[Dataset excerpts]
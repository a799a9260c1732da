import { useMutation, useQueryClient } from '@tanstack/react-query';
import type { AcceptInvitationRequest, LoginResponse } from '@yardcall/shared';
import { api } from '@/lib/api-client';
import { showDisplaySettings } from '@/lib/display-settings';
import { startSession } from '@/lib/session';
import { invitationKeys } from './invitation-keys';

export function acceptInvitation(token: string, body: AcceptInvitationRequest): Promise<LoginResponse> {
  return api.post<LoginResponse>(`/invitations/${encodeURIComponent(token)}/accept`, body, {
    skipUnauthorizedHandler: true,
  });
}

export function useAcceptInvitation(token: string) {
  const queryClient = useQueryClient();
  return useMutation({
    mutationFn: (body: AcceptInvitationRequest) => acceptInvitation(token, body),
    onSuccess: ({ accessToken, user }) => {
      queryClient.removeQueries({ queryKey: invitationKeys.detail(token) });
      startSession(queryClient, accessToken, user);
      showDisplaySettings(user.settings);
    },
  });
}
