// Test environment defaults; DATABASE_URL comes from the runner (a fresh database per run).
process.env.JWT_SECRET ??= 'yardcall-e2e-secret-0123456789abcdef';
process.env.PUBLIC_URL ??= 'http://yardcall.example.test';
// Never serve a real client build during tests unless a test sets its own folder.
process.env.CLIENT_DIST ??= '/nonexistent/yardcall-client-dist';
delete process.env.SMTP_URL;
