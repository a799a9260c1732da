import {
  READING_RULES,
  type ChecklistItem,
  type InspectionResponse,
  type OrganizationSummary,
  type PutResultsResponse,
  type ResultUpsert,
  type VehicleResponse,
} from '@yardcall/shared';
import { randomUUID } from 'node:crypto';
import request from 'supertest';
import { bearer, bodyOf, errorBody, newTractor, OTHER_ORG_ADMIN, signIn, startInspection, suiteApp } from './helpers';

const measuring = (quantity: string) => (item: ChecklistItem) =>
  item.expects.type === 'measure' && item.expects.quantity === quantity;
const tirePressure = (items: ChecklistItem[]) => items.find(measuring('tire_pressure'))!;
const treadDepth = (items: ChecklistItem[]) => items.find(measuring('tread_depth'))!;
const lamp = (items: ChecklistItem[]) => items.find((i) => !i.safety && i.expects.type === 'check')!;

* ACTIVITY
The whole of the data is to be copied out word for word.

* OUTPUT BELOW
repository a799a9260c1732da
import { useMutation, useQueryClient } from '@tanstack/react-query';
import type { AcceptInvitationRequest, LoginResponse } from '@yardcall/shared';
import { api } from '@/lib/api-client';
import { showDisplaySettings } from '@/lib/display-settings';
import { startSession } from '@/lib/session';
import { invitationKeys } from './invitation-keys';

export function acceptInvitation(token: string, body: AcceptInvitationRequest): Promise<LoginResponse> {
  return api.post<LoginResponse>(`/invitations/${encodeURIComponent(token)}/accept`, body, {
    skipUnauthorizedHandler: true,
  });
}

export function useAcceptInvitation(token: string) {
  const queryClient = useQueryClient();
  return useMutation({
    mutationFn: (body: AcceptInvitationRequest) => acceptInvitation(token, body),
    onSuccess: ({ accessToken, user }) => {
      queryClient.removeQueries({ queryKey: invitationKeys.detail(token) });
      startSession(queryClient, accessToken, user);
      showDisplaySettings(user.settings);
    },
  });
}
// Test environment defaults; DATABASE_URL comes from the runner (a fresh database per run).
process.env.JWT_SECRET ??= 'yardcall-e2e-secret-0123456789abcdef';
process.env.PUBLIC_URL ??= 'http://yardcall.example.test';
// Never serve a real client build during tests unless a test sets its own folder.
process.env.CLIENT_DIST ??= '/nonexistent/yardcall-client-dist';
delete process.env.SMTP_URL;
repository a799a9260c1732da
import {
  READING_RULES,
  type ChecklistItem,
  type InspectionResponse,
  type OrganizationSummary,
  type PutResultsResponse,
  type ResultUpsert,
  type VehicleResponse,
} from '@yardcall/shared';
import { randomUUID } from 'node:crypto';
import request from 'supertest';
import { bearer, bodyOf, errorBody, newTractor, OTHER_ORG_ADMIN, signIn, startInspection, suiteApp } from './helpers';

const measuring = (quantity: string) => (item: ChecklistItem) =>
  item.expects.type === 'measure' && item.expects.quantity === quantity;
const tirePressure = (items: ChecklistItem[]) => items.find(measuring('tire_pressure'))!;
const treadDepth = (items: ChecklistItem[]) => items.find(measuring('tread_depth'))!;
const lamp = (items: ChecklistItem[]) => items.find((i) => !i.safety && i.expects.type === 'check')!;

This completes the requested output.